Professor Troy Van Voorhis of Massachusetts Institute of Technology is supported by an award from the Chemical Theory, Models and Computational Methods Program in the Division of Chemistry. At a microscopic level, chemical reactions determine how long light emitting diodes (LEDs), solar cells, and batteries will last. Recently it has become possible - and even routine - to make predictions about useful lifetimes using computer simulations. These simulations complement experiments by providing insight into properties that might difficult to measure directly. This project considers the use of embedding computer methods that may make it possible to simulate much larger systems with much higher accuracy than ever before. The fundamental idea of embedding involves breaking a large system up into many small, overlapping fragments that can then be stitched back together to describe the whole. The Van Voorhis group uses these embedding tools to study the photochemistry of molecules relevant to emerging organic light emitting device (OLED) and solar cell technologies. Professor Van Voorhis is the departmental coordinator of MIT ACCESS - a joint program between Chemistry, Chemical Engineering and Materials Science that invites a select group of underrepresented minority undergraduate students to visit MIT for a weekend during the academic year. The primary aim is to encourage the students to consider graduate school in chemistry. Professor Van Voorhis also empowers and equips graduate students within his group to introduce K-12 students to the beauty and power of science. Graduate and undergraduate students involved in this award are encouraged to participate in the MIT chemistry "Magic Show" that performs at local schools; the Research Communication Laboratory that trains graduate students to communicate scientific concepts to K-12 students; MIT Women in Chemistry's "Scientist for a Day" middle school camp; and the MIT museum's "Science on Saturdays" program that targets children and families.
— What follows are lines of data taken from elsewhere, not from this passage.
package com.baysheet.bench;

import com.baysheet.engine.code.MemberKind;
import com.baysheet.engine.load.AreaLoad;
import com.baysheet.engine.load.AreaStrip;
import com.baysheet.engine.load.MemberInput;
import com.baysheet.engine.load.Support;
import com.baysheet.engine.member.MemberCalculation;
import com.baysheet.engine.member.MemberResult;
import com.baysheet.engine.CalcContext;
import com.baysheet.engine.units.UnitSystem;
import org.openjdk.jmh.annotations.Benchmark;
import org.openjdk.jmh.annotations.BenchmarkMode;
import org.openjdk.jmh.annotations.Fork;
import org.openjdk.jmh.annotations.Measurement;
import org.openjdk.jmh.annotations.Mode;
import org.openjdk.jmh.annotations.OperationsPerInvocation;
import org.openjdk.jmh.annotations.OutputTimeUnit;
import org.openjdk.jmh.annotations.Scope;
import org.openjdk.jmh.annotations.Setup;
import org.openjdk.jmh.annotations.State;
import org.openjdk.jmh.annotations.Warmup;
import org.openjdk.jmh.infra.Blackhole;

import java.util.ArrayList;
import java.util.List;
import java.util.Random;
import java.util.concurrent.TimeUnit;

/**
 * One member calculation with its full record, and a batch of 10,000 varied members (simple beams, overhangs,
 * cantilevers and columns), on one thread. Run with {@code mvn -B -ntp -Pbench compile exec:java
 * -Dexec.args="EngineBenchmark -f 1 -wi 3 -i 5"}; see docs/benchmarks.md.
 */
@State(Scope.Benchmark)
@BenchmarkMode(Mode.AverageTime)
@OutputTimeUnit(TimeUnit.MICROSECONDS)
@Fork(1)
@Warmup(iterations = 3, time = 2)
@Measurement(iterations = 5, time = 2)
public class EngineBenchmark {
    static final int BATCH = 10_000;

    CalcContext ctx;
    MemberInput officeBeam;
    List<MemberInput> members;

    @Setup
    public void setUp() {
        ctx = CalcContext.of(UnitSystem.US);
        officeBeam = MemberInput.beam("B-1", MemberKind.INTERIOR_BEAM, new Support.Simple(30),
                List.of(new AreaStrip("office", 10, 0, 30, 65)));
        Random r = new Random(20240601);
        String[] floors = {"office", "retail-upper", "school-classroom", "storage-heavy", "assembly-other"};
        members = new ArrayList<>(BATCH);
        for (int i = 0; i < BATCH; i++) {
            String occ = floors[r.nextInt(floors.length)];
            double span = 10 + r.nextInt(30);
            members.add(switch (i % 4) {
                case 0 -> MemberInput.beam("B" + i, MemberKind.INTERIOR_BEAM, new Support.Simple(span),
                        List.of(new AreaStrip(occ, 4 + r.nextInt(8), 0, span, 60)));
                case 1 -> MemberInput.beam("E" + i, MemberKind.EDGE_BEAM, new Support.Overhang(span, 2 + r.nextInt(6)),
                        List.of(new AreaStrip(occ, 4 + r.nextInt(8), 0, span, 60)));
                case 2 -> MemberInput.beam("K" + i, MemberKind.CANTILEVER_BEAM, new Support.Cantilever(4 + r.nextInt(8)),
                        List.of(new AreaStrip(occ, 3, 0, 4, 60)));
                default -> MemberInput.column("C" + i, MemberKind.INTERIOR_COLUMN, 1 + r.nextInt(6),
                        List.of(new AreaLoad(occ, 200 + r.nextInt(2000), 80)));
            });
        }
    }

    @Benchmark
    public MemberResult oneMember() {
        return MemberCalculation.calculate(ctx, officeBeam);
    }

    /** The member with its full record written (what a page or sheet asks for). */
    @Benchmark
    public Object oneMemberWithRecord() {
        return MemberCalculation.calculate(ctx, officeBeam).record();
    }

    /** Reported per member: the batch time divided by its size. Numbers only (the framing model's path). */
    @Benchmark
    @OperationsPerInvocation(BATCH)
    public void tenThousandMembers(Blackhole bh) {
        for (MemberInput m : members) bh.consume(MemberCalculation.calculate(ctx, m));
    }

    /** The same batch with every record written. */
    @Benchmark
    @OperationsPerInvocation(BATCH)
    public void tenThousandMembersWithRecord(Blackhole bh) {
        for (MemberInput m : members) bh.consume(MemberCalculation.calculate(ctx, m).record());
    }
}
The Van Voorhis group is developing transformative electronic structure methods in which fragments are the fundamental building blocks. The goal is to create new tools that are both faster and more accurate than state-of-the-art approximations, facilitating chemical simulations that were previously inaccessible. As a starting point, they develop a family of fragment embedding theories based on the Bootstrap Embedding method. The key realization is that wave function embedding allows one to combine overlapping orbital fragments in a robust way. The resulting theory circumvents the scaling challenges inherent in most wave function theories by only requiring calculations on very small fragments, which are ultimately combined to obtain a picture of the entire system. Improvements are accomplished by dressing these embedding methods with dynamic correlation using the many pair expansion (MPE). Finally, these techniques are extended to excited states using a novel strategy that identifies such states as local minima of the energy variance. As a signature application of these tools, the Van Voorhis Group studies the energetics and dynamics of triplet excitons in molecules relevant to emerging OLED and solar cell technologies.
This award reflects NSF's statutory mission and has been deemed worthy of support through evaluation using the Foundation's intellectual merit and broader impacts review criteria.